**** Information supplied ****

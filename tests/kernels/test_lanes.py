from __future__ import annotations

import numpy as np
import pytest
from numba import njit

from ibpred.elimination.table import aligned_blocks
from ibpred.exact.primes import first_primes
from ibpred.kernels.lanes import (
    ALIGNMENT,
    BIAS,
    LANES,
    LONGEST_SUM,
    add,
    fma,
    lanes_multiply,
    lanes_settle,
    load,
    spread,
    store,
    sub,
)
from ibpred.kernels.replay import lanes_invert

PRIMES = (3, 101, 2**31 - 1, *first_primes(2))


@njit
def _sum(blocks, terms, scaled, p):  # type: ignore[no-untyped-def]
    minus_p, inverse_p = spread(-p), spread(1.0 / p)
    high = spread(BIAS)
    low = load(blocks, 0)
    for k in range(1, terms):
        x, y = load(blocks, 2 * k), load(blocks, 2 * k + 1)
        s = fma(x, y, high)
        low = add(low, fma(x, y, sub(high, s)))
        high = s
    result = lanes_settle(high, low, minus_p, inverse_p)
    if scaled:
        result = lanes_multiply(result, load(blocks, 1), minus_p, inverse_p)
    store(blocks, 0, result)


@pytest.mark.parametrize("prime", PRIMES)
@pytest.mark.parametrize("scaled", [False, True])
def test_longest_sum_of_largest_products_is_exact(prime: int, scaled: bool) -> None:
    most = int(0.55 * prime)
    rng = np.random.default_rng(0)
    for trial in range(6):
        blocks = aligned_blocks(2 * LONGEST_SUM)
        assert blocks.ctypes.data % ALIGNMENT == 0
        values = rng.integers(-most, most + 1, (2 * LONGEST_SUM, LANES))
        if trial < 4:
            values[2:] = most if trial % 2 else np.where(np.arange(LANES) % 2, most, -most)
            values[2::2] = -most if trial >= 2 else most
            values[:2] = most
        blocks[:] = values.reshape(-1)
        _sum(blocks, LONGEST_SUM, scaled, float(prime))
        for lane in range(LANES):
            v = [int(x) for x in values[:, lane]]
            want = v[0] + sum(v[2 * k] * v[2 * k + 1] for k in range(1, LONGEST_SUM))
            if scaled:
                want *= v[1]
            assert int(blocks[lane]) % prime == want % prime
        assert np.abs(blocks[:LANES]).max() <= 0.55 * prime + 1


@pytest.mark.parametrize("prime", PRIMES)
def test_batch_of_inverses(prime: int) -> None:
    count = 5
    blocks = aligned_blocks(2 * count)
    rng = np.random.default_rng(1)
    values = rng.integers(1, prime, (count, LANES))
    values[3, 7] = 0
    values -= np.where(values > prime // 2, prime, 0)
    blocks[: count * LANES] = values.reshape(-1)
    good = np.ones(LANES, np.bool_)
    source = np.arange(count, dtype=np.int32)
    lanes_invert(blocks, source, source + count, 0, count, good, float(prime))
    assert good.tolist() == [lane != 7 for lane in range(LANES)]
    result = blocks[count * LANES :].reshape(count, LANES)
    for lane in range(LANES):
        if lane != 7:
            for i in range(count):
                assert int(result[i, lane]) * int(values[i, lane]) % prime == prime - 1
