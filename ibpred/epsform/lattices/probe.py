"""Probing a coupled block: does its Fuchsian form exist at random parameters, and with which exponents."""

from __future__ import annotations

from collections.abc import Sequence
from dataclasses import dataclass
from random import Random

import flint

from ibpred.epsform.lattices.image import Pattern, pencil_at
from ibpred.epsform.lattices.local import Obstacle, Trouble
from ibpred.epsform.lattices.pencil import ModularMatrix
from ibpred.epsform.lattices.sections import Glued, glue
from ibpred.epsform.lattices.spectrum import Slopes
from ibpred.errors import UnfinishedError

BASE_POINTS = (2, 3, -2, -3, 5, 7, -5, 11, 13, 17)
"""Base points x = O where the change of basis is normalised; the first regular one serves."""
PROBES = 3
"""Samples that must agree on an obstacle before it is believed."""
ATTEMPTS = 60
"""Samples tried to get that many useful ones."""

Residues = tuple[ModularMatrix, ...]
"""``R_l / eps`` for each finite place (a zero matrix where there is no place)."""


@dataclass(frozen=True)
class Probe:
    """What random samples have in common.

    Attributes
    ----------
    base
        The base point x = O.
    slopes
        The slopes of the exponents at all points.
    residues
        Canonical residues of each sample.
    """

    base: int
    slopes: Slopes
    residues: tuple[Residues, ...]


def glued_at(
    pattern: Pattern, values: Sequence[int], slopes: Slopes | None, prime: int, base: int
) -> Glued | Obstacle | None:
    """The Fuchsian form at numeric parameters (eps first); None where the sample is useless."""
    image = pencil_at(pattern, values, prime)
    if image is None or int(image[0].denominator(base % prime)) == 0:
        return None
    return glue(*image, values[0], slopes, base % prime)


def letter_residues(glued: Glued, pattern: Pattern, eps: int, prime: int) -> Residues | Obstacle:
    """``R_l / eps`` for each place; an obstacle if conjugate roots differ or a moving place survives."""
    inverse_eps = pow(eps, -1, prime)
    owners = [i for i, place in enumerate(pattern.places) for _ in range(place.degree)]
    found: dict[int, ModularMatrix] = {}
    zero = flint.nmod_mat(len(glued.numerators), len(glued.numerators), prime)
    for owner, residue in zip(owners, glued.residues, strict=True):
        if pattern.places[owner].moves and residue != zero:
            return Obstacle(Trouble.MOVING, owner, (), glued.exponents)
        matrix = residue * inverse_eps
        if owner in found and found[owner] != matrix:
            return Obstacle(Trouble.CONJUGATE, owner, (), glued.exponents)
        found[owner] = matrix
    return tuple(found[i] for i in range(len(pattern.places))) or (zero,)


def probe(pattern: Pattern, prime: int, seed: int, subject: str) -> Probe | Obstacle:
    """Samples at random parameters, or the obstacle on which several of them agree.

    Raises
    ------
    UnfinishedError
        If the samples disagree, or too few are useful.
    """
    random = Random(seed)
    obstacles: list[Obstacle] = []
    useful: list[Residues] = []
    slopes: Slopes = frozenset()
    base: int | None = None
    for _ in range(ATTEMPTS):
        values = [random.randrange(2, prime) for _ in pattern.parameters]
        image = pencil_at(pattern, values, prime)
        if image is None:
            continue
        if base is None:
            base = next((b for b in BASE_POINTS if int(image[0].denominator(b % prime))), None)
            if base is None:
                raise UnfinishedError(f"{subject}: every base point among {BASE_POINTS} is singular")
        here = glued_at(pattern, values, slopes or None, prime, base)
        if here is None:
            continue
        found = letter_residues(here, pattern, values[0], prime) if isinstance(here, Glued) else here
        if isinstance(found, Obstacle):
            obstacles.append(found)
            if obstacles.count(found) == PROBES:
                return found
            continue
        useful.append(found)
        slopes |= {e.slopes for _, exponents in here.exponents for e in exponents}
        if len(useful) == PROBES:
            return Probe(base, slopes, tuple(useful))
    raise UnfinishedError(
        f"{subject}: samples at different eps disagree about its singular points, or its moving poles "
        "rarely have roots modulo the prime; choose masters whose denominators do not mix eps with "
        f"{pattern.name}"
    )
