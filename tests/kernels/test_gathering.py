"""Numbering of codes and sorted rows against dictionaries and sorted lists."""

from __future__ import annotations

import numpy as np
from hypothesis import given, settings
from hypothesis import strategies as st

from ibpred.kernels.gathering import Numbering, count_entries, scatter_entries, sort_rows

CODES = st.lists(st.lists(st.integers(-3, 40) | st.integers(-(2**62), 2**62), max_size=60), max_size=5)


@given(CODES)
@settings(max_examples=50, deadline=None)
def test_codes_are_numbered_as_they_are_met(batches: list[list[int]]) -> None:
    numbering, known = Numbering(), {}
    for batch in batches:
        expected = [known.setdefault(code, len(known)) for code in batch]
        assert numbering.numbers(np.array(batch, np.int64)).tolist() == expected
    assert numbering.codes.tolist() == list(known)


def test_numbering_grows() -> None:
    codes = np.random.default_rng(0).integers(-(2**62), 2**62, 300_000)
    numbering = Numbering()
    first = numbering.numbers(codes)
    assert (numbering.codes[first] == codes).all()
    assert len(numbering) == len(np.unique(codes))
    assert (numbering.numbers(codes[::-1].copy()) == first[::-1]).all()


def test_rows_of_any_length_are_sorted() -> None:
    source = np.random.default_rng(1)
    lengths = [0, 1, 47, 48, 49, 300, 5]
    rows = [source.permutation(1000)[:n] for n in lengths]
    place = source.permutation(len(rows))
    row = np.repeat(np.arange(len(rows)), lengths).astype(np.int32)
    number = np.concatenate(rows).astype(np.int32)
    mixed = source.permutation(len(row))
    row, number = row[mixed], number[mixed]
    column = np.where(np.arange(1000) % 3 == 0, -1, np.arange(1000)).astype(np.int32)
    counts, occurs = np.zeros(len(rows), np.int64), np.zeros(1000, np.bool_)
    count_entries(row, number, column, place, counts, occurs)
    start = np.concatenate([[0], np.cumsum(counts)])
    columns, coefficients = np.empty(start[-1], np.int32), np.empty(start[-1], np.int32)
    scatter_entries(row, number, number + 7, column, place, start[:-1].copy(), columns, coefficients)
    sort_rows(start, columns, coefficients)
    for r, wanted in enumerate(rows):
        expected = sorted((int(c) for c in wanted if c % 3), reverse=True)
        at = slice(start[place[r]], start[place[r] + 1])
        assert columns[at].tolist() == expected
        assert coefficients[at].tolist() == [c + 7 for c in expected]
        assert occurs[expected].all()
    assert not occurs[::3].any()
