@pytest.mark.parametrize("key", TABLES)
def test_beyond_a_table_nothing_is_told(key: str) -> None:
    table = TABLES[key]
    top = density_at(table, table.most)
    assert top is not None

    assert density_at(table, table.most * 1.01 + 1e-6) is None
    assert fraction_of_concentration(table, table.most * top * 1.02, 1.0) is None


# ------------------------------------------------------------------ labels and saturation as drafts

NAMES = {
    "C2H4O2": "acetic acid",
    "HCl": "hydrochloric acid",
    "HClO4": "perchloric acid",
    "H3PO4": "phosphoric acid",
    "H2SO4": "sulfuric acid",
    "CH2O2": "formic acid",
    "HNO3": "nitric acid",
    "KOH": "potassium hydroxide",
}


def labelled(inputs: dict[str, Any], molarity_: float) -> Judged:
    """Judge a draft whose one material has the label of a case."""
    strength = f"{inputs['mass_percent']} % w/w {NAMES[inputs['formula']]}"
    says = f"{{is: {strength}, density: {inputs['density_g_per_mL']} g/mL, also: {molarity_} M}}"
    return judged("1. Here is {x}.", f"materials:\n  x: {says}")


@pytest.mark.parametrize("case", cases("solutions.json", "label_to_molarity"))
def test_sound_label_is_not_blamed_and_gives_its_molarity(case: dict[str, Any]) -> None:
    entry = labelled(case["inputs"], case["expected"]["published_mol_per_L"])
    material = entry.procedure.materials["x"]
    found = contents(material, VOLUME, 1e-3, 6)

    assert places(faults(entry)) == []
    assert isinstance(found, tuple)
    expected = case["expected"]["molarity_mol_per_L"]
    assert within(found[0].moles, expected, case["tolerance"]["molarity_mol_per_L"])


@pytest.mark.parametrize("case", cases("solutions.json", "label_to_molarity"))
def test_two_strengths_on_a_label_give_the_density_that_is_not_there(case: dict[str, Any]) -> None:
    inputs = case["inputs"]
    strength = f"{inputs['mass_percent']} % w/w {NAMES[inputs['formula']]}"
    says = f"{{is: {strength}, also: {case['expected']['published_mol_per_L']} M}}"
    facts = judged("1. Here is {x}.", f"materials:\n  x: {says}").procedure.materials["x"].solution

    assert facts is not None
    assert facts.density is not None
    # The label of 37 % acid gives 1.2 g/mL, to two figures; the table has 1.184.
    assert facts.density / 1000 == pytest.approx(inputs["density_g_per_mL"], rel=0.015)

****

### Task requirements
Wherever a line in the listing contains the word "wanted", copy that line out.

### Exercise solution
    for r, wanted in enumerate(rows):
        expected = sorted((int(c) for c in wanted if c % 3), reverse=True)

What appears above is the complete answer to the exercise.